I can access the computer using the command window that puTTY brings up but I can't access the desktop using VNC. Any ideas? thnx :wave:

----------


## visualAd

Have you mapped the local port to the port on the server as described?

----------


## lumerix

> Have you mapped the local port to the port on the server as described?


I followed all the steps completely. I'm not sure which part you are referring to. Sorry, i'm kinda new at this stuff.  :Ehh:

----------


## visualAd

Step no 11 describes how to set up the tunnels.

----------


## lumerix

> Step no 11 describes how to set up the tunnels.

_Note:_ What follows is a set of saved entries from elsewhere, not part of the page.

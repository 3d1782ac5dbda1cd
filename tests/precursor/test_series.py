"""A monthly series: what is accepted, what is refused and how it says so."""

from __future__ import annotations

import re

import numpy as np
import pytest
import xarray as xr

from profiles.errors import DataError
from profiles.precursor import monthly_series, overlap
from profiles.precursor.series import as_table, calendar_month, check_varies, middle_of, month_of

NAN = np.nan
MONTHS = np.arange("2031-01", "2033-01", dtype="datetime64[M]").astype("datetime64[ns]")


def later(months):
    return (MONTHS.astype("datetime64[M]") + months).astype("datetime64[ns]")


VALUES = 26.0 + np.sin(np.arange(24.0))


def test_stamp_is_the_middle_of_the_month():
    # January has 31 days: 16th at 12:00; February 2031 has 28: 15th at 0:00; February 2032 29: 15th at 12:00.
    stamps = middle_of(np.array(["2031-01", "2031-02", "2032-02"], dtype="datetime64[M]"))
    expected = np.array(["2031-01-16T12", "2031-02-15T00", "2032-02-15T12"], dtype="datetime64[ns]")
    assert (stamps == expected).all()


@pytest.mark.parametrize("day", [0, 14, 27])
def test_any_day_of_the_month_stands_for_it(day):
    series = monthly_series(VALUES, MONTHS + np.timedelta64(day, "D"), name="surface_temperature_index")
    assert (series["time"].values == middle_of(MONTHS)).all()
    assert series.attrs["units"] == "degree_Celsius"
    assert series.dtype == np.float64


def test_calendar_months_are_1_to_12_before_1970_too():
    times = np.array(["1949-12-31", "1969-12-01", "1970-01-01", "2031-07-15"], dtype="datetime64[ns]")
    assert calendar_month(times).tolist() == [12, 12, 1, 7]


def test_missing_ends_are_cut_off_and_missing_middles_stay():
    values = VALUES.copy()
    values[[0, 1, 10, 23]] = NAN
    series = monthly_series(values, MONTHS, name="x")
    assert series.size == 21
    assert month_of(series["time"])[0] == np.datetime64("2031-03")
    assert np.flatnonzero(np.isnan(series.values)).tolist() == [8]


def test_labelled_series_keep_their_name_units_and_attributes():
    given = xr.DataArray(
        VALUES, dims="time", coords={"time": MONTHS}, name="height", attrs={"units": "m", "source": "gauge"}
    )
    series = monthly_series(given)
    assert (series.name, series.attrs["units"], series.attrs["source"]) == ("height", "m", "gauge")


def test_a_series_of_a_series_is_the_same():
    once = monthly_series(VALUES, MONTHS, name="x")
    xr.testing.assert_identical(monthly_series(once), once)


def test_left_out_months_are_named():
    kept = np.delete(np.arange(24), [5, 6])
    with pytest.raises(DataError, match=r"sst\.csv: months are left out; expected 2031-06 .*; found 2031-08 after"):
        monthly_series(VALUES[kept], MONTHS[kept], name="x", where="sst.csv")


def test_repeated_and_disordered_months_are_named():
    order = np.array([0, 1, 1, *range(2, 23)])
    with pytest.raises(DataError, match=r"a month stands twice or out of order; .*found 2031-02 after 2031-02"):
        monthly_series(VALUES, MONTHS[order], name="x")
    order = np.array([0, 1, 3, 2, *range(4, 24)])
    with pytest.raises(DataError, match="found 2031-04 after 2031-02, and 2 more such steps"):
        monthly_series(VALUES, MONTHS[order], name="x")


@pytest.mark.parametrize(("step", "found"), [("D", "most steps are of 0 months"), ("Q", "most steps are of 3 months")])
def test_other_steps_are_not_monthly(step, found):
    days = np.datetime64("2031-01-01", "ns") + np.arange(24) * np.timedelta64(1, "D")
    times = days if step == "D" else MONTHS[0].astype("datetime64[M]") + 3 * np.arange(24)
    with pytest.raises(DataError, match=f"steps of the series are not monthly; .*{found}; average it to months"):
        monthly_series(VALUES, np.asarray(times).astype("datetime64[ns]"), name="x")


@pytest.mark.parametrize("fill", [-99.99, -9.99, -999.0, 1e20, 99.9])
def test_a_fill_value_left_among_the_data_is_named(fill):
    values = VALUES - 26.0
    values[[7, 9]] = fill
    with pytest.raises(
        DataError,
        match=f"'missing' was left among the data; .*found {re.escape(format(fill, 'g'))} in 2031-08 and 1 more",
    ):
        monthly_series(values, MONTHS, name="x")


def test_values_that_only_look_like_a_fill_value_stand():
    # A pressure index on the larger scale reaches -9.9.
    values = 10.0 * (VALUES - 26.0)
    values[3] = -9.9
    assert monthly_series(values, MONTHS, name="pressure_difference_index").values[3] == -9.9


@pytest.mark.parametrize("shift", [273.15, -273.15])
def test_kelvin_taken_for_celsius_is_refused(shift):
    looks = "which looks like kelvin" if shift > 0 else "a median of -2"
    with pytest.raises(DataError, match=f"temperatures are not in °C; .*{looks}.*subtract 273.15"):
        monthly_series(VALUES + shift, MONTHS, name="surface_temperature_index")


def test_kelvin_without_a_name_or_units_is_refused_too():
    with pytest.raises(DataError, match=r"looks like kelvin; subtract 273.15, or state the units"):
        monthly_series(VALUES + 273.15, MONTHS, name="x")
    assert monthly_series(VALUES + 273.15, MONTHS, name="x", units="m").size == 24


def test_other_quantities_may_be_large():
    assert monthly_series(1e15 * VALUES, MONTHS, name="warm_water_volume_total").attrs["units"] == "m3"


@pytest.mark.parametrize(
    ("values", "times", "message"),
    [
        (VALUES, None, "the series has no time"),
        (VALUES, np.arange(24), "the times are no dates; expected datetime64; found int64"),
        (VALUES[:-1], MONTHS, r"this is no series; .*shape \(23,\) at 24 times"),
        (VALUES.reshape(2, 12), MONTHS, r"shape \(2, 12\)"),
        (
            VALUES,
            np.where(np.arange(24) == 3, np.datetime64("NaT"), MONTHS),
            "a time is missing; found none at value 4",
        ),
        (np.full(24, NAN), MONTHS, "too few values; expected two or more; found 0"),
        (np.where(np.arange(24) == 4, 1.0, NAN), MONTHS, "found 1"),
        (np.where(np.arange(24) == 4, np.inf, VALUES), MONTHS, "a value is infinite; found 2031-05"),
    ],
)
def test_what_is_no_series_is_refused(values, times, message):
    with pytest.raises(DataError, match=message):
        monthly_series(values, times, name="x")


@pytest.mark.parametrize("value", [0.0, 0.1, 1e15])
def test_a_constant_is_refused(value):
    with pytest.raises(DataError, match=r"target x: the series is constant; .*in all of 24 months"):
        check_varies(monthly_series(np.full(24, value), MONTHS, name="x"), "target x")


def test_small_variations_of_a_large_number_are_no_constant():
    check_varies(monthly_series(1e15 + 1e12 * VALUES, MONTHS, name="x"), "x")


def test_overlap_is_what_all_span():
    one = monthly_series(VALUES, MONTHS, name="a")
    other = monthly_series(VALUES, later(6), name="b")
    parts = overlap(one, other)
    assert [part.size for part in parts] == [18, 18]
    assert (parts[0]["time"].values == parts[1]["time"].values).all()


def test_series_apart_are_refused_with_both_spans():
    one = monthly_series(VALUES, MONTHS, name="a")
    other = monthly_series(VALUES, later(98), name="b")
    with pytest.raises(DataError, match=r"do not overlap; .*found a 2031-01 to 2032-12, b 2039-03 to 2041-02"):
        overlap(one, other)


def test_table_has_a_row_for_every_month_of_either():
    one = monthly_series(VALUES[:3], MONTHS[:3], name="a")
    other = monthly_series(VALUES[1:5], MONTHS[1:5], name="b")
    table = as_table(first=one, second=other)
    assert table.shape == (5, 2)
    assert table["first"].isna().tolist() == [False, False, False, True, True]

Yes I did this step. I was able to get that connection working, I just can't use VNC viewer to see the desktop. It keeps saying "connection closed unexpectedly" but the tunnel connection is still open.

----------


## abhijit

I started using LiveMesh Beta from Microsoft. This offers you the ability to share your computer's desktop. 

The requirement is that you need to be signed into the Livemesh client on both computers.

----------


## CVMichael

I am getting the same problem as lumerix (Post #8), I also tried to put the local IP (of the computer I am connecting to) instead of "localhost" in VNC, and then I get "unable to connect to host: Connection refused (10061)". And of course, I also tried to put the port number, like: "localhost:5900", but still can't connect.

What could I be doing wrong ?

----------


## visualAd

If you right click on the title bar of the putty window you should be able to see a log. Does this log state that the port was forwarded successfully?

----------


## CVMichael

Apparently not, this is what I get: "2010-03-18 15:15:26	Forwarded connection refused by server: Connect failed []"

Do you know what can I do to fix it ?

----------


## visualAd

Sorry for the late reply on this. I don't seem to eb getting reply notifications for this thread.

It appears that the server is not allowing you to forward the connection. consider the following:
The version of Windows you are using.Is the VNC software actually listening on localhost port (5900). It may only be bound to a physical interface. To test simply try to connect to VNC from the machine it is intalled on with localhost:5900. If it works you'll see images of Windows cascade acroos the VNC screen.Do you have Windows Firewall enabled. It may be blocking the connection so ensure you have port 5900 open to the loopback subnet 127.0.0.0/8.

----------